According to a story from BioBuzz, the innovation of a platform for the delivery of gene therapies could help trigger a golden age of development for this new class of treatments, which are primarily aimed to address genetic disorders. This platform, from REGENXBIO, called the Nav Technology Platform, allows gene therapies to pass freely through the blood-brain barrier. This allows for the delivery of gene therapies to the brain using AAV vectors with minimal side effects.
A Glimpse of the Future
Crossing the blood-brain barrier is an essential step for any therapy that is designed to address disease of a neurological nature. The fact that the baby boomer generation is now beginning to age significantly means that demands for treatments like this could experience a rapid uptick in the not-so-distant future. The Nav Technology Platform has already played a critical role in the development of one of the most recent gene therapies to hit the market: Zolgensma. Avexis licensed the technology in order to develop this drug, which functions as a near-cure for spinal muscular atrophy, a rare genetic disorder that is fatal without treatment.
It isn’t unrealistic to think that other biotechnology companies will attempt to follow in the footsteps of Zolgensma and develop their own breakthrough gene therapies. In fact, there are multiple companies which appear to be well positioned to make progress in the field of neurological disorders and gene therapy.
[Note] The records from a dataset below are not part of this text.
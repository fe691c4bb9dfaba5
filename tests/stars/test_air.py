"""Refraction over a wide field: stars are lifted before a camera is fitted, and what is told is without air again."""

from __future__ import annotations

import numpy as np
import pytest

from imaging.stars.air import air_over, fitted_wcs
from imaging.stars.camera import ARCSEC_RAD, Camera
from imaging.stars.catalogue import stars_near, vectors_of
from imaging.stars.detection import Detections
from imaging.stars.solve import Hint, solve_detections
from planner.sky.observer import Observer
from planner.sky.places import altaz

SITE = Observer("invented", 34.93, 32.87, 1420.0)
NOON = 8.55e8


def below_zenith(air, altitude_deg):
    """A direction at an altitude, toward the north of the sky or the south of it, whichever it is."""
    aside = np.cross(air.zenith, [0.0, 0.0, 1.0])
    aside = np.cross(aside / np.linalg.norm(aside), air.zenith)
    angle = np.radians(altitude_deg)
    return np.sin(angle) * air.zenith - np.cos(angle) * aside


def radec(vectors):
    x, y, z = np.moveaxis(vectors, -1, 0)
    return np.degrees(np.arctan2(y, x)) % 360, np.degrees(np.arctan2(z, np.hypot(x, y)))


@pytest.mark.parametrize("altitude_deg", [1.0, 5.0, 20.0, 60.0, 89.0])
def test_air_lifts_by_the_refraction_of_the_altitude_and_back(altitude_deg):
    air = air_over(SITE, NOON)
    here = below_zenith(air, altitude_deg)[None]
    lifted = air.lifted(here)
    seen = np.degrees(np.arcsin(lifted @ air.zenith))
    # altaz gives altitudes as seen, by another route: apparent places, polar motion, its own rotation
    refracted, _ = altaz(radec(here), SITE, np.array([NOON]))
    airless, _ = altaz(radec(here), Observer("", 34.93, 32.87, 1420.0, pressure_hpa=0.0), np.array([NOON]))
    assert (seen - altitude_deg) * 3600 == pytest.approx((refracted - airless) * 3600, abs=0.5)
    assert np.degrees(np.linalg.norm(air.unlifted(lifted) - here)) * 3.6e6 < 0.1  # mas


def test_no_air_is_no_air():
    assert air_over(None, NOON) is None
    assert air_over(Observer("", 34.93, 32.87, 1420.0, pressure_hpa=0.0), NOON) is None


def low_frame(rng, focal_mm, altitude_deg):
    """Stars over a frame of 36 x 24 mm (6 micrometre pixels) whose middle stands at an altitude."""
    air = air_over(SITE, NOON)
    width, height, focal = 6000, 4000, focal_mm / 6e-3
    axis = air.lifted(below_zenith(air, altitude_deg))
    up = air.zenith - (air.zenith @ axis) * axis
    up /= np.linalg.norm(up)
    camera = Camera(
        np.array([np.cross(axis, up), up, axis]),
        focal,
        (width - 1) / 2,
        (height - 1) / 2,
        np.hypot(width, height) / 2,
    )
    half = np.arctan(np.hypot(width, height) / 2 / focal)
    sky = stars_near(axis, half * 1.1, NOON)
    sky = sky.take(np.flatnonzero(sky.magnitude < (5.5 if focal_mm < 50 else 8.0)))
    x, y = camera.pixels(air.lifted(sky.vectors))
    seen = (x > 0) & (x < width) & (y > 0) & (y < height) & (sky.vectors @ air.zenith > 0.01)
    x, y, magnitude = x[seen], y[seen], sky.magnitude[seen]
    order = np.argsort(magnitude)
    n = order.size
    sigma = np.full(n, 0.05)
    detections = Detections(
        x_px=x[order] + rng.normal(0, 0.05, n),
        y_px=y[order] + rng.normal(0, 0.05, n),
        flux_adu=10 ** (0.4 * (18 - magnitude[order])),
        snr=np.full(n, 50.0),
        sigma_x_px=sigma,
        sigma_y_px=sigma,
        covariance_xy_px2=np.zeros(n),
        fwhm_px=np.full(n, 2.5),
        elongation=np.ones(n),
        saturated=np.zeros(n, bool),
        width_px=width,
        height_px=height,
        psf_fwhm_px=2.5,
        noise_adu=5.0,
    )
    return air, camera, detections


@pytest.mark.parametrize(("focal_mm", "altitude_deg"), [(35, 12.0), (135, 6.0)])
def test_a_wide_field_near_the_horizon_is_solved_to_its_centroids(focal_mm, altitude_deg):
    air, camera, found = low_frame(np.random.default_rng(1), focal_mm, altitude_deg)
    near = radec(air.unlifted(camera.axes[2]))
    hint = Hint((float(near[0]), float(near[1])), ARCSEC_RAD / camera.focal_px)
    lifted = solve_detections(found, NOON, "bottom", hint, air=air)
    assert lifted.rms_px < 0.1  # 0.05 px an axis
    # directions away from the stars themselves, low ones included
    x, y = np.meshgrid(np.linspace(0, 5999, 7), np.linspace(1500, 3999, 6))
    true = air.unlifted(camera.vectors(x.ravel(), y.ravel()))
    back = np.column_stack(lifted.sky_to_pixel(*radec(true)))
    assert np.abs(back - np.column_stack([x.ravel(), y.ravel()])).max() < 0.5
    ra, dec = lifted.pixel_to_sky(x.ravel(), y.ravel())
    assert np.linalg.norm(vectors_of(ra, dec) - true, axis=1).max() * camera.focal_px < 0.5


def test_the_header_holds_the_same_map_as_the_solution():
    air, camera, _ = low_frame(np.random.default_rng(2), 135, 12.0)
    wcs = fitted_wcs(
        lambda x, y: air.unlifted(camera.vectors(x, y)),
        (camera.axis_x_px, camera.axis_y_px),
        (6000, 4000),
        "TAN",
    )
    x, y = (axis.ravel() for axis in np.meshgrid(np.linspace(0, 5999, 9), np.linspace(0, 3999, 9)))
    ra, dec = wcs.all_pix2world(x, y, 0)
    away = np.linalg.norm(vectors_of(ra, dec) - air.unlifted(camera.vectors(x, y)), axis=1) * camera.focal_px
    assert away.max() < 0.1
    back = np.column_stack(wcs.all_world2pix(ra, dec, 0))
    assert np.abs(back - np.column_stack([x, y])).max() < 0.01
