"""`check` on rehearsed frames: what was injected comes back, what is broken is set aside, what is found is told."""

from __future__ import annotations

import json
import re
import shutil

import numpy as np
import pytest
from astropy import units as u
from astropy.io import fits
from astropy.table import Table
from astropy.time import Time

from imaging.track.table import COLUMNS, read_track
from planner.cli.main import run_with
from tests.conftest import ROOT

CLOCK_S = 7.3
REHEARSALS = {
    "transit": ("mercury_transit_2032", "--frames 10 --binning 8"),
    "occultation": ("moon_occults_planet_2030", "--frames 10 --binning 4"),
    "retrograde": ("mars_retrograde_2027", "--frames 5 --binning 3"),
}


@pytest.fixture(scope="module")
def rehearsed(tmp_path_factory):
    """Plans and frames, made once: `rehearsed(name)` gives (plan, folder of frames)."""
    home, made = tmp_path_factory.mktemp("check"), {}

    def make(name):
        if name not in made:
            brief, options = REHEARSALS[name]
            plan, frames = home / f"{name}.plan.yaml", home / name
            assert run_with(["plan", str(ROOT / "configs" / f"{brief}.yaml"), "-o", str(plan)]) == 0
            clock = [] if name == "retrograde" else ["--clock-offset", str(CLOCK_S)]
            command = [
                "rehearse",
                str(plan),
                "-o",
                str(frames),
                "--jobs",
                "1",
                "--quiet",
                *options.split(),
                *clock,
            ]
            assert run_with(command) == 0
            made[name] = plan, frames
        return made[name]

    return make


@pytest.fixture(scope="module")
def checked(rehearsed, tmp_path_factory):
    """The folder and the JSON of a check of each rehearsal, made once."""
    home, made = tmp_path_factory.mktemp("checked"), {}

    def make(name, capsys):
        if name not in made:
            plan, frames = rehearsed(name)
            capsys.readouterr()
            code = run_with(
                ["check", str(plan), str(frames), "-o", str(home / name), "--json", "--apply", "clock"]
            )
            made[name] = home / name, json.loads(capsys.readouterr().out), code
        return made[name]

    return make


@pytest.mark.parametrize("name", ["transit", "occultation"])
def test_a_clock_offset_comes_back_within_three_of_its_stated_sigmas(checked, capsys, name):
    _, told, code = checked(name, capsys)
    assert code == 0
    assert abs(told["clock_offset_s"] - CLOCK_S) < 3 * told["clock_offset_sigma_s"]
    assert told["clock_offset_sigma_s"] < 1.5
    assert [finding["name"] for finding in told["findings"]] == ["clock-offset"]
    assert told["measured"] >= 4
    assert told["on_track"] == told["measured"]


def test_planets_among_stars_are_placed_to_a_seventh_of_a_pixel(rehearsed, checked, capsys):
    folder, told, code = checked("retrograde", capsys)
    assert code == 0
    assert told["measured"] == 5
    assert told["findings"] == []
    track = read_track(folder / "track.ecsv")
    truth = Table.read(rehearsed("retrograde")[1].with_suffix(".truth.ecsv"), format="ascii.ecsv")
    place = {row["file"]: (row["target_x_px"], row["target_y_px"]) for row in truth}
    away = np.array([place[name] for name in track["file"]]) - np.column_stack([track["x_px"], track["y_px"]])
    assert np.sqrt(np.mean(away**2)) < 0.15
    assert all((folder / name).is_file() for name in track["wcs_file"])


@pytest.mark.parametrize("name", ["transit", "occultation", "retrograde"])
def test_a_check_leaves_track_report_and_figures(checked, capsys, name):
    folder, told, _ = checked(name, capsys)
    table = Table.read(folder / "track.ecsv", format="ascii.ecsv")
    assert table.colnames == list(COLUMNS)
    assert table.meta["clock_offset_s"] == told["clock_offset_s"]
    assert set(table["verdict"]) <= {"on-track", "off-track", "unmeasured"}
    page = (folder / "report.html").read_text(encoding="utf-8")
    assert told["verdict"].split(",")[0] in page
    assert "default-src 'none'" in page  # the browser itself forbids any fetch
    assert not re.search(r"<(script|link|img)[^>]+(src|href)=.?https?:", page)
    for figure in ("residuals", "path"):
        for kind in ("png", "svg", "pdf"):
            assert (folder / "figures" / f"{figure}.{kind}").stat().st_size > 1000


def test_the_offset_is_applied_to_a_copy_only(checked, capsys):
    folder, told, _ = checked("transit", capsys)
    before, after = read_track(folder / "track.ecsv"), read_track(folder / "track_clock.ecsv")
    good = before.measured
    assert np.median(before["along_arcsec"][good]) < -0.5
    assert abs(np.median(after["along_arcsec"][good])) < 0.1
    assert after.meta["clock_offset_s"] == 0
    assert after.meta["clock_applied_s"] == told["clock_offset_s"]


def test_contacts_are_timed_by_the_frames_own_clock(checked, capsys):
    _, told, _ = checked("transit", capsys)
    contacts = {contact["name"]: contact for contact in told["contacts"]}
    assert set(contacts) == {"contact_1", "contact_2", "contact_3", "contact_4"}
    for contact in contacts.values():
        assert abs(contact["difference_s"] - CLOCK_S) < 3 * contact["sigma_s"]
        assert contact["sigma_s"] < 15


def test_what_cannot_be_used_is_set_aside_with_its_reason(rehearsed, tmp_path, capsys):
    plan, frames = rehearsed("transit")
    folder = tmp_path / "mixed"
    shutil.copytree(frames, folder)
    good = sorted(folder.glob("*.fits"))
    for spare in good[::3]:
        spare.unlink()
    good = sorted(folder.glob("*.fits"))
    (folder / "broken.fits").write_bytes(good[3].read_bytes()[:20000])
    (folder / "notes.txt").write_text("seeing 2 arcsec, some haze\n")
    with fits.open(good[4]) as hdus:
        header, data = hdus[0].header.copy(), hdus[0].data
    fits.writeto(folder / "black.fits", np.zeros_like(data), header)
    fits.writeto(folder / "small.fits", data[:300, :300], header)
    for key in [key for key in header if key.startswith(("DATE", "MJD"))]:
        del header[key]
    fits.writeto(folder / "timeless.fits", data, header)
    shutil.copy(good[2], folder / "zz_copy.fits")
    capsys.readouterr()
    code = run_with(["check", str(plan), str(folder), "-o", str(tmp_path / "out"), "--json", "--no-pictures"])
    told = json.loads(capsys.readouterr().out)
    assert code == 1
    reasons = {aside["file"]: aside["reason"] for aside in told["set_aside"]}
    assert set(reasons) == {
        "broken.fits",
        "notes.txt",
        "black.fits",
        "small.fits",
        "timeless.fits",
        "zz_copy.fits",
    }
    assert "cut short" in reasons["broken.fits"]
    assert "none of the formats" in reasons["notes.txt"]
    assert "black" in reasons["black.fits"]
    assert "another camera" in reasons["small.fits"]
    assert "tells when it was taken" in reasons["timeless.fits"]
    assert "same pixels" in reasons["zz_copy.fits"]
    assert told["measured"] >= 4
    assert abs(told["clock_offset_s"] - CLOCK_S) < 3 * told["clock_offset_sigma_s"]


def told_of(plan, folder, out, capsys):
    """What `check` tells of a folder, and its exit code."""
    capsys.readouterr()
    code = run_with(["check", str(plan), str(folder), "-o", str(out), "--json", "--no-pictures"])
    return json.loads(capsys.readouterr().out), code


def test_frames_out_of_order_are_sorted_by_time_and_it_is_said(rehearsed, checked, tmp_path, capsys):
    plan, frames = rehearsed("transit")
    files = sorted(frames.glob("*.fits"))
    for number, path in enumerate(reversed(files)):
        shutil.copy(path, tmp_path / f"shuffled_{number:02d}.fits")
    told, code = told_of(plan, tmp_path, tmp_path / "out", capsys)
    _, before, _ = checked("transit", capsys)
    assert code == 0
    assert [finding["name"] for finding in told["findings"]] == ["out-of-order", "clock-offset"]
    assert told["clock_offset_s"] == pytest.approx(
        before["clock_offset_s"], abs=0.5 * before["clock_offset_sigma_s"]
    )
    times = read_track(tmp_path / "out" / "track.ecsv")["utc_mid"].tolist()
    assert times == sorted(times)


def test_frames_of_two_cameras_are_not_mixed(rehearsed, tmp_path, capsys):
    """The same size and sky, but another name in the header: a second rig needs a plan of its own."""
    plan, frames = rehearsed("transit")
    shutil.copytree(frames, tmp_path / "frames")
    others = sorted((tmp_path / "frames").glob("*.fits"))[::4]
    for path in others:
        fits.setval(path, "INSTRUME", value="Second camera (invented)")
    told, code = told_of(plan, tmp_path / "frames", tmp_path / "out", capsys)
    assert code == 1
    assert {aside["file"] for aside in told["set_aside"]} == {path.name for path in others}
    assert all("another camera" in aside["reason"] for aside in told["set_aside"])
    assert abs(told["clock_offset_s"] - CLOCK_S) < 4 * told["clock_offset_sigma_s"]


def test_a_plan_for_another_date_is_named_with_the_days(rehearsed, tmp_path, capsys):
    """A camera whose calendar is 40 days late: the frames fit the plan but for that."""
    plan, frames = rehearsed("transit")
    shutil.copytree(frames, tmp_path / "frames")
    for path in sorted((tmp_path / "frames").glob("*.fits")):
        with fits.open(path, mode="update") as hdus:
            header = hdus[0].header
            for key in ("DATE-OBS", "DATE-BEG", "DATE-AVG", "DATE-END"):
                if key in header:
                    header[key] = (Time(header[key]) + 40 * u.day).isot
            for key in [key for key in header if key.startswith("MJD")]:
                header[key] += 40.0
    told, _ = told_of(plan, tmp_path / "frames", tmp_path / "out", capsys)
    findings = {finding["name"]: finding for finding in told["findings"]}
    assert list(findings)[:2] == ["another-date", "date"]
    # from the last planned frame to the first one taken: 40 days less the hours of the transit
    assert re.search(
        r"stamped 39\.[789] days after the last planned frame", findings["another-date"]["sentence"]
    )
    assert "40 days later than it was" in findings["date"]["sentence"]


def pictures_that_are_none_of_the_sun(shape, radius, sky=2000.0, light=30000.0):
    rng = np.random.default_rng(1)
    rows, columns = shape
    y, x = np.mgrid[:rows, :columns]
    r = np.hypot(x - columns / 2, y - rows / 2)
    waves = sum(
        np.sin(2 * np.pi * (x * np.cos(a) / p + y * np.sin(a) / p) + a)
        for a, p in ((0.3, 300), (1.9, 170), (4.0, 520))
    )
    yield "clouds", sky + 1500 * waves
    yield "landscape", np.where(y > rows * 0.45 + 30 * np.sin(x / 40), 400.0, light) + 300 * waves
    yield "ring", sky + (light - sky) * ((r < radius) & (r > 0.55 * radius))
    yield "wider", np.where(np.hypot(x - columns / 2, y + 9 * rows) < 9.6 * rows, light, sky)
    apart = 0.55 * radius
    two = (np.hypot(x - columns / 2 - apart, y - rows / 2) < 0.5 * radius) | (
        np.hypot(x - columns / 2 + apart, y - rows / 2) < 0.5 * radius
    )
    yield "two", np.where(two, light, sky)
    yield "nothing", np.full(shape, sky) + rng.normal(0, 20, shape)


@pytest.mark.slow
def test_what_is_no_disc_gets_no_number_and_harms_no_other_frame(rehearsed, tmp_path, capsys):
    plan, frames = rehearsed("transit")
    shutil.copytree(frames, tmp_path / "frames")
    good = sorted((tmp_path / "frames").glob("*.fits"))
    with fits.open(good[5]) as hdus:
        header, shape = hdus[0].header.copy(), hdus[0].data.shape
    noise = np.random.default_rng(2)
    names = []
    for name, picture in pictures_that_are_none_of_the_sun(shape, radius=0.46 * min(shape)):
        data = np.clip(picture + noise.normal(0, 30, shape), 0, 65535).astype(np.uint16)
        fits.writeto(tmp_path / "frames" / f"zz_{name}.fits", data, header)
        names.append(f"zz_{name}.fits")
    told, code = told_of(plan, tmp_path / "frames", tmp_path / "out", capsys)
    assert code == 1
    track = read_track(tmp_path / "out" / "track.ecsv")
    aside = {one["file"] for one in told["set_aside"]}
    for name in names:
        rows = np.flatnonzero(track["file"] == name)
        assert name in aside or (track["verdict"][rows] == "unmeasured").all(), name
        assert name in aside or all(track["reason"][rows]), name
    assert abs(told["clock_offset_s"] - CLOCK_S) < 3 * told["clock_offset_sigma_s"]
    assert told["on_track"] == told["measured"] >= 4


def test_the_track_says_how_well_the_reference_disc_is_known(checked, capsys, tmp_path):
    folder, _, _ = checked("transit", capsys)
    track = read_track(folder / "track.ecsv")
    sigma = track["reference_sigma_px"][track.measured]
    assert ((sigma > 1e-4) & (sigma < 0.1)).all()
    table = Table.read(folder / "track.ecsv", format="ascii.ecsv")
    table.remove_column("reference_sigma_px")  # as tracks were before
    table.write(tmp_path / "old.ecsv", format="ascii.ecsv")
    assert np.isnan(read_track(tmp_path / "old.ecsv")["reference_sigma_px"]).all()


def test_nothing_of_the_users_is_overwritten(rehearsed, tmp_path, capsys):
    plan, frames = rehearsed("transit")
    (tmp_path / "track.ecsv").write_text("mine")
    assert run_with(["check", str(plan), str(frames), "-o", str(tmp_path)]) == 2
    assert "is kept" in capsys.readouterr().err
    assert (tmp_path / "track.ecsv").read_text() == "mine"


def test_an_empty_folder_is_the_users_mistake(rehearsed, tmp_path, capsys):
    plan, _ = rehearsed("transit")
    (tmp_path / "frames").mkdir()
    assert run_with(["check", str(plan), str(tmp_path / "frames"), "-o", str(tmp_path / "out")]) == 2
    assert "holds no files" in capsys.readouterr().err


def test_frames_of_another_event_are_not_forced_onto_the_plan(rehearsed, tmp_path, capsys):
    """Frames of a retrograde track, checked with the plan of a transit."""
    plan, _ = rehearsed("transit")
    _, frames = rehearsed("retrograde")
    code = run_with(["check", str(plan), str(frames), "-o", str(tmp_path / "out"), "--json", "--no-pictures"])
    told = json.loads(capsys.readouterr().out)
    assert code == 1
    assert told["measured"] == 0
    assert told["clock_offset_s"] is None
    assert "another-date" in [finding["name"] for finding in told["findings"]]
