"""Distances from two sites: the classical measurement, on rehearsed tracks and on published contact times."""

from __future__ import annotations

import csv
from datetime import date
from functools import lru_cache

import numpy as np
import pytest

from imaging.track.parallax import Station, fit_parallax, station_of_contacts
from imaging.track.path import PredictedPath
from imaging.track.sightings import Sightings
from planner.errors import InputError, NoSolutionError
from planner.sequence.models import EventRequest
from planner.sky.observer import Observer
from planner.sky.timescale import tt_s_from_iso
from tests.conftest import ROOT

# IMCCE/ESO VT-2004 EIS-B1: solar horizontal parallax, IAU 1976
PUBLISHED_SOLAR_PARALLAX_ARCSEC = 8.794148
VENUS_2012 = EventRequest(family="solar-transit", body="venus", date=date(2012, 6, 6))
NORTH = Observer("Sendai", 38.2667, 140.8667, 0.0)
SOUTH = Observer("invented, south", -33.0, 151.0, 0.0)


@lru_cache
def path_of(observer):
    return PredictedPath.of_event(VENUS_2012, observer)


def rehearsed(
    observer, rng, assumed_over_true=1.0, sigma=0.3, clock_s=0.0, frames=60, offset=(0.0, 0.0), scale=1.0
):
    """A station whose planet is nearer or farther than the ephemeris has it, on a path off by an offset.

    `scale`: of the measured places, over the true one.
    """
    path = path_of(observer)
    tt_s = np.linspace(tt_s_from_iso("2012-06-05T22:40:00Z"), tt_s_from_iso("2012-06-06T04:20:00Z"), frames)
    covariance = np.tile(np.eye(2) * sigma**2, (frames, 1, 1))
    nothing = np.full(frames, np.nan)
    seen = path.at(tt_s - clock_s)
    geocentric = path.from_center().at(tt_s - clock_s)
    east = (
        geocentric.east_arcsec + (seen.east_arcsec - geocentric.east_arcsec) / assumed_over_true + offset[0]
    )
    north = (
        geocentric.north_arcsec
        + (seen.north_arcsec - geocentric.north_arcsec) / assumed_over_true
        + offset[1]
    )
    east, north = scale * np.array([east, north]) + rng.normal(0, sigma, (2, frames))
    sightings = Sightings(tt_s, 0 * tt_s, east, north, covariance, nothing, nothing)
    return Station(observer.name, sightings, path, 0.1, 1e-4, "venus", 4.32e7)


def test_solar_parallax_comes_out_of_two_rehearsed_tracks_of_the_transit_of_2012():
    rng = np.random.default_rng(1)
    found = fit_parallax([rehearsed(NORTH, rng), rehearsed(SOUTH, rng)])
    assert found.solar_parallax_sigma_arcsec < 0.1
    error = found.solar_parallax_arcsec - PUBLISHED_SOLAR_PARALLAX_ARCSEC
    assert abs(error) < 3 * found.solar_parallax_sigma_arcsec
    assert found.astronomical_unit_km == pytest.approx(149597870.7, abs=3 * found.astronomical_unit_sigma_km)


def test_a_planet_twice_as_far_as_assumed_is_found_twice_as_far():
    """The ephemeris gives the shape of the lever only: the answer is the frames'."""
    rng = np.random.default_rng(2)
    stations = [rehearsed(site, rng, assumed_over_true=2.0, offset=(9.0, -7.0)) for site in (NORTH, SOUTH)]
    found = fit_parallax(stations)
    assert found.kappa == pytest.approx(0.5, abs=3 * found.kappa_sigma)
    assert found.distance_km == pytest.approx(2 * 4.32e7, abs=3 * found.distance_sigma_km)


@pytest.mark.parametrize("runs", [200, pytest.param(2000, marks=pytest.mark.slow)])
def test_stated_sigma_of_a_parallax_is_true(runs):
    """Clocks and scales are off by what the stations promise of them."""
    rng = np.random.default_rng(3)
    pulls = []
    for _ in range(runs):
        stations = [
            rehearsed(site, rng, clock_s=rng.normal(0, 0.1), frames=12, scale=1 + rng.normal(0, 1e-4))
            for site in (NORTH, SOUTH)
        ]
        found = fit_parallax(stations)
        pulls.append((found.kappa - 1.0) / found.kappa_sigma)
    assert np.sqrt(np.mean(np.square(pulls))) == pytest.approx(1.0, abs=0.1)
    assert abs(np.mean(pulls)) < 0.22


def test_published_contact_times_of_three_cities_hold_the_published_solar_parallax():
    """Predicted times as agencies printed them, to 1 s (rows and sources in the file); city centres cost a second."""
    rows = [
        row
        for row in csv.DictReader(open(ROOT / "tests/authorities/transits_topocentric.csv", encoding="utf-8"))
        if row["event_date"] == "2012-06-06" and row["site"] in ("Sendai", "Tokyo", "Quebec City")
    ]
    stations = []
    for city in ("Sendai", "Tokyo", "Quebec City"):
        mine = [row for row in rows if row["site"] == city and row["contact"] in ("I", "II", "III", "IV")]
        observer = Observer(
            city, float(mine[0]["lat_deg"]), float(mine[0]["lon_deg_east"]), float(mine[0]["height_m"])
        )
        path = PredictedPath.of_event(VENUS_2012, observer)
        tt_s = np.array([tt_s_from_iso(row["time_utc"].replace(" ", "T") + "Z") for row in mine])
        signs = np.array([1.0 if row["contact"] in ("I", "IV") else -1.0 for row in mine])
        stations.append(station_of_contacts(city, path, signs, tt_s, np.full(len(mine), 1.5)))
    found = fit_parallax(stations)
    assert found.solar_parallax_sigma_arcsec < 0.15
    error = found.solar_parallax_arcsec - PUBLISHED_SOLAR_PARALLAX_ARCSEC
    assert abs(error) < 3 * found.solar_parallax_sigma_arcsec
    assert found.chi2_dof < 4


def test_blurred_frames_of_one_site_tell_no_distance():
    rng = np.random.default_rng(4)
    with pytest.raises(NoSolutionError, match="longer baseline"):
        fit_parallax(
            [rehearsed(NORTH, rng, sigma=60.0, frames=5), rehearsed(NORTH, rng, sigma=60.0, frames=5)]
        )


def test_a_single_station_is_refused():
    with pytest.raises(InputError, match="two stations or more"):
        fit_parallax([rehearsed(NORTH, np.random.default_rng(5))])
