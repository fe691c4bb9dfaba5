"""Readings of a track: each slip is named when it was made, and none is claimed when none was."""

from __future__ import annotations

import numpy as np
import pytest

from imaging.track.findings import DAY_S, Question, diagnose
from tests.track.synthetic import T0, chord_path, disc_sightings, star_sightings, stars_path

CHORD, LOOP = chord_path(), stars_path()
CROSSING = T0 + np.linspace(-7500, 7500, 30)
CAMPAIGN = T0 + np.arange(30) * 2 * DAY_S
ON_DISC = Question(CHORD, 0.7, 0.5, T0, {}, {}, "mercury")
AMONG_STARS = Question(LOOP, 1.0, 0.5, T0 + 30 * DAY_S, {}, {}, "mars")


def on_disc(seed, **faults):
    return diagnose(
        disc_sightings(CHORD, CROSSING, np.random.default_rng(seed), jitter_arcsec=0.5, **faults), ON_DISC
    )


def among_stars(seed, **faults):
    return diagnose(
        star_sightings(LOOP, CAMPAIGN, np.random.default_rng(seed), sigma_arcsec=1.0, **faults), AMONG_STARS
    )


SLIPS = {
    "an hour of zone": ("zone", {"clock_s": 3600.0}),
    "summer time the other way": ("zone", {"clock_s": -3600.0}),
    "a zone of five and a half hours": ("zone", {"clock_s": 5.5 * 3600.0}),
    "a zone and a slow clock": ("zone", {"clock_s": 7200.0 - 3.0}),
    "the day after": ("date", {"clock_s": DAY_S}),
    "month and day swapped": ("date", {"clock_s": -61 * DAY_S}),
    "a clock that is an odd amount off": ("clock-far-off", {"clock_s": 1000.0}),
}


@pytest.mark.parametrize("slip", SLIPS)
@pytest.mark.parametrize("look", [on_disc, among_stars])
def test_a_slip_of_the_clock_is_named_with_its_size(look, slip):
    name, faults = SLIPS[slip]
    found = look(1, **faults)
    assert [finding.name for finding in found.findings] == [name]
    assert found.reading.clock_offset_s == pytest.approx(
        faults["clock_s"], abs=5 * found.reading.fit.sigma["clock_s"]
    )
    assert found.findings[0].odds > 1e4
    assert found.explained


def test_a_mirrored_camera_is_named_whatever_its_roll():
    for roll in (0.0, 40.0, 170.0):
        found = on_disc(2, mirrored=True, rotation_deg=roll)
        assert [finding.name for finding in found.findings] == ["mirrored"]


@pytest.mark.parametrize("look", [on_disc, among_stars])
def test_nothing_is_found_in_right_frames(look):
    for seed in range(3):
        found = look(seed, clock_s=0.3)
        assert found.findings == ()
        assert found.explained
        assert found.reading.name == "plain"


def test_a_spot_that_stands_still_on_the_disc_is_not_the_planet():
    rng = np.random.default_rng(3)
    frames = disc_sightings(CHORD, np.full(30, T0), rng, jitter_arcsec=0.5)
    frames.tt_s[:] = CROSSING
    assert [finding.name for finding in diagnose(frames, ON_DISC).findings] == ["wrong-body"]


def test_nonsense_is_not_explained_away():
    rng = np.random.default_rng(4)
    frames = disc_sightings(CHORD, CROSSING, rng)
    frames.east_arcsec[:] = rng.uniform(-900, 900, 30)
    frames.north_arcsec[:] = rng.uniform(-900, 900, 30)
    found = diagnose(frames, ON_DISC)
    assert not found.explained
    assert [finding.name for finding in found.findings] == ["unexplained"]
REGENXBIO, as the developer of the platform, currently stands to benefit greatly in this arena as there are 16 therapies in development that are utilizing its technology. Some of the diseases that these therapies could treat include various forms of Sanfilippo syndrome, the type II and type III forms of spinal muscular atrophy, ceroid lipofuscinosis neuronal 1 (CLN1), and a certain variant of Parkinson’s disease.
The company Neuronascent is also well positioned with an experimental treatment for Alzheimer’s disease currently in the early developmental stages. This is a disease with high unmet clinical need.
AgeneBio is also developing a therapy for treating the symptoms of Alzheimer’s disease. Its therapy AGB101 is currently in phase III and also has the potential to be of use in other indications, such as schizophrenia and autism.
It is becoming increasingly clear the biotechs are beginning to shift their focus towards neurological disorders, and now that the technology is in place, it could only be a matter of time before we see major progress in this field of medicine.